:: Goal of the exercise ::
Give back exactly the first lines of the entries below, through the line with "origin: readonly LineOrigin[];".

(Stored items)
****

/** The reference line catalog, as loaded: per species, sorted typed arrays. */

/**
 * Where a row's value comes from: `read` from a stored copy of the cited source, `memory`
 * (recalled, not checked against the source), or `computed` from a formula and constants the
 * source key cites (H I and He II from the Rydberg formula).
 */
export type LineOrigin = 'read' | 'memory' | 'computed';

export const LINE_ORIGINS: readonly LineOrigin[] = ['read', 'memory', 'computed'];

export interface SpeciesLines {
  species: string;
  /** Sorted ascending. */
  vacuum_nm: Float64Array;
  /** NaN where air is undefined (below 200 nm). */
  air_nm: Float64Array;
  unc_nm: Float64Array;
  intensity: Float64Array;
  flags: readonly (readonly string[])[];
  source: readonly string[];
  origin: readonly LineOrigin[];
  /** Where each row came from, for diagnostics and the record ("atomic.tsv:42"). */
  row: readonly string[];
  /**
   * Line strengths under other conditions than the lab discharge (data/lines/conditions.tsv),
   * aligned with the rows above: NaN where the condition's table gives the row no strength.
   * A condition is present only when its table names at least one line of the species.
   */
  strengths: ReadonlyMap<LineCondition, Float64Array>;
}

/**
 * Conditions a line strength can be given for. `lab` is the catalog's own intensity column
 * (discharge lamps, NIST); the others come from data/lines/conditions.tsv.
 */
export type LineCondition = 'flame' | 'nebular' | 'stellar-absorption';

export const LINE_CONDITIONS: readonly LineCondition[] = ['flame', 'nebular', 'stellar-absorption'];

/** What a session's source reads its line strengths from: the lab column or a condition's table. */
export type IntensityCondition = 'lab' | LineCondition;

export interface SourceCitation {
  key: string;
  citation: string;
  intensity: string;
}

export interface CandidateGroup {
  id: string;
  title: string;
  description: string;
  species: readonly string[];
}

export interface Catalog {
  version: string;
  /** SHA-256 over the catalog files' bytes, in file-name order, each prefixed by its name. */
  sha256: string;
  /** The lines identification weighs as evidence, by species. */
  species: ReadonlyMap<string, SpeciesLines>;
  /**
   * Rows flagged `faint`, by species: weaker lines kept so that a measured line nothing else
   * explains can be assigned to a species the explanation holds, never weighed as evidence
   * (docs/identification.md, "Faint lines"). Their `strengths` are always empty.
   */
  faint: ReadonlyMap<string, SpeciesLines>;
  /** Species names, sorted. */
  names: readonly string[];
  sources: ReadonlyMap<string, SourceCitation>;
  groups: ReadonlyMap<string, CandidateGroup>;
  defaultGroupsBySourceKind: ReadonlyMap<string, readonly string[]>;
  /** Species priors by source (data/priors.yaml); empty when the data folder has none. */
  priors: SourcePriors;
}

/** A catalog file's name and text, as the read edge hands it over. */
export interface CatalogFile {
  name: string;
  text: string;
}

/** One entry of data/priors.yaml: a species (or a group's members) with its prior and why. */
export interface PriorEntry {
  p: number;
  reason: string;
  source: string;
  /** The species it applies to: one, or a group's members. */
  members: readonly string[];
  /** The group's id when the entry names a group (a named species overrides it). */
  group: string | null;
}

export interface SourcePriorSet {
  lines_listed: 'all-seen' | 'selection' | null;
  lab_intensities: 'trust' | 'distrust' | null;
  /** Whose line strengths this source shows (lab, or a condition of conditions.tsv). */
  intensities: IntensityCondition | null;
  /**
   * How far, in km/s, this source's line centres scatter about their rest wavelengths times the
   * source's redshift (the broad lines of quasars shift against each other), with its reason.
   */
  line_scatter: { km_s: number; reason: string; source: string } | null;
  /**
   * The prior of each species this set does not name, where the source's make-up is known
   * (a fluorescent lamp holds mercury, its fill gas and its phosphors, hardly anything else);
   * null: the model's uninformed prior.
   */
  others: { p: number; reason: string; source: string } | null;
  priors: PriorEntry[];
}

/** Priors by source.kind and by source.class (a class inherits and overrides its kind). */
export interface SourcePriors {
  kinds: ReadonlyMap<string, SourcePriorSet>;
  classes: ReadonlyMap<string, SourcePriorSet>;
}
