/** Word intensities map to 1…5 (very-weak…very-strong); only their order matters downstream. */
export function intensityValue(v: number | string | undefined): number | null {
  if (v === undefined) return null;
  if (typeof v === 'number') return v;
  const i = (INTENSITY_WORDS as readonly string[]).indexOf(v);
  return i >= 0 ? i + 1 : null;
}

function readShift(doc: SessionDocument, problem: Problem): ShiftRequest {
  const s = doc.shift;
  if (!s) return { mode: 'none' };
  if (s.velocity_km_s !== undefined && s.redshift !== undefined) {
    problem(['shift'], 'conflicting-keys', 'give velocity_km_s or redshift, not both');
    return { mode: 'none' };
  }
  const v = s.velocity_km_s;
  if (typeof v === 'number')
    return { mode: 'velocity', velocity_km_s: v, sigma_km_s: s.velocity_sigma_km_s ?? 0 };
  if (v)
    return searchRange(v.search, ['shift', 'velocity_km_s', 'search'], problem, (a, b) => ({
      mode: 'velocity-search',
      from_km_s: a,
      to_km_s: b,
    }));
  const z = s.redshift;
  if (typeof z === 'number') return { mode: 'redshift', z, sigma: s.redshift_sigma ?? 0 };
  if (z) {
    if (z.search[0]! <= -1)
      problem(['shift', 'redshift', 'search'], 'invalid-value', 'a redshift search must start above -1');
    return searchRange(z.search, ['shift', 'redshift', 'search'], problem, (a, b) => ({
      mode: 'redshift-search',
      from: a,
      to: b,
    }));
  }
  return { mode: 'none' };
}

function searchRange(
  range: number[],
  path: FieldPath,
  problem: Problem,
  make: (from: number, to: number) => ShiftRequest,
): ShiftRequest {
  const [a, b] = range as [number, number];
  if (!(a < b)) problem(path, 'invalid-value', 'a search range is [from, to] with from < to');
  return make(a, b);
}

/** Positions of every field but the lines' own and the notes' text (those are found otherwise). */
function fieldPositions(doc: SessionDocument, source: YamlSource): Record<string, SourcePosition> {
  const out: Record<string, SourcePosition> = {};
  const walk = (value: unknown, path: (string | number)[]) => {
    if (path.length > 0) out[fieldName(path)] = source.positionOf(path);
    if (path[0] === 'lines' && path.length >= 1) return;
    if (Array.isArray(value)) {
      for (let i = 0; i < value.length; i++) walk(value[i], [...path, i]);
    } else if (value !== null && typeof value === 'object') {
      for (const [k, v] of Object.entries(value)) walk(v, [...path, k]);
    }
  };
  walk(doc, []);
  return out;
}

****

:: Written answer ::
/** The reference line catalog, as loaded: per species, sorted typed arrays. */

/**
 * Where a row's value comes from: `read` from a stored copy of the cited source, `memory`
 * (recalled, not checked against the source), or `computed` from a formula and constants the
 * source key cites (H I and He II from the Rydberg formula).
 */
export type LineOrigin = 'read' | 'memory' | 'computed';

export const LINE_ORIGINS: readonly LineOrigin[] = ['read', 'memory', 'computed'];

export interface SpeciesLines {
  species: string;
  /** Sorted ascending. */
  vacuum_nm: Float64Array;
  /** NaN where air is undefined (below 200 nm). */
  air_nm: Float64Array;
  unc_nm: Float64Array;
  intensity: Float64Array;
  flags: readonly (readonly string[])[];
  source: readonly string[];
  origin: readonly LineOrigin[];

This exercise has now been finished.